**Information shown:**

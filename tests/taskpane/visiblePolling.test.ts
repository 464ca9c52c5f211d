/**
 * The pane's look for changes made elsewhere runs every 20 s only while the pane is visible: hidden, no
 * timer runs; visible again, it looks once at once and resumes; focus makes it look too.
 */
import { afterEach, describe, expect, it, vi } from 'vitest';
import { pollWhileVisible } from '../../taskpane/visiblePolling';

class FakeDocument extends EventTarget {
  visibilityState: 'visible' | 'hidden' = 'visible';
  show(state: 'visible' | 'hidden'): void {
    this.visibilityState = state;
    this.dispatchEvent(new Event('visibilitychange'));
  }
}

afterEach(() => vi.useRealTimers());

describe('pollWhileVisible', () => {
  it('checks every period while visible, not at all while hidden, and once at once when shown again', () => {
    vi.useFakeTimers();
    const doc = new FakeDocument();
    const win = new EventTarget();
    const check = vi.fn();
    const stop = pollWhileVisible(check, 20_000, doc, win);
    vi.advanceTimersByTime(60_000);
    expect(check).toHaveBeenCalledTimes(3);
    doc.show('hidden');
    vi.advanceTimersByTime(10 * 60_000);
    expect(check).toHaveBeenCalledTimes(3); // nothing while hidden
    expect(vi.getTimerCount()).toBe(0);
    doc.show('visible');
    expect(check).toHaveBeenCalledTimes(4); // at once
    vi.advanceTimersByTime(20_000);
    expect(check).toHaveBeenCalledTimes(5);
    doc.show('visible'); // a repeated event does not start a second timer
    expect(vi.getTimerCount()).toBe(1);
    win.dispatchEvent(new Event('focus'));
    expect(check).toHaveBeenCalledTimes(6);
    stop();
    vi.advanceTimersByTime(60_000);
    win.dispatchEvent(new Event('focus'));
    doc.show('hidden');
    doc.show('visible');
    expect(check).toHaveBeenCalledTimes(6);
    expect(vi.getTimerCount()).toBe(0);
  });

  it('a pane that starts hidden starts no timer until it is shown', () => {
    vi.useFakeTimers();
    const doc = new FakeDocument();
    doc.visibilityState = 'hidden';
    const check = vi.fn();
    pollWhileVisible(check, 20_000, doc, new EventTarget());
    vi.advanceTimersByTime(60_000);
    expect(check).not.toHaveBeenCalled();
    expect(vi.getTimerCount()).toBe(0);
    doc.show('visible');
    expect(check).toHaveBeenCalledTimes(1);
    expect(vi.getTimerCount()).toBe(1);
  });
});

**Aim of the exercise:**
Apply a filter to the listing above so that only lines with "this" are kept, and copy those lines.

**Response to the exercise:**
    this.visibilityState = state;
    this.dispatchEvent(new Event('visibilitychange'));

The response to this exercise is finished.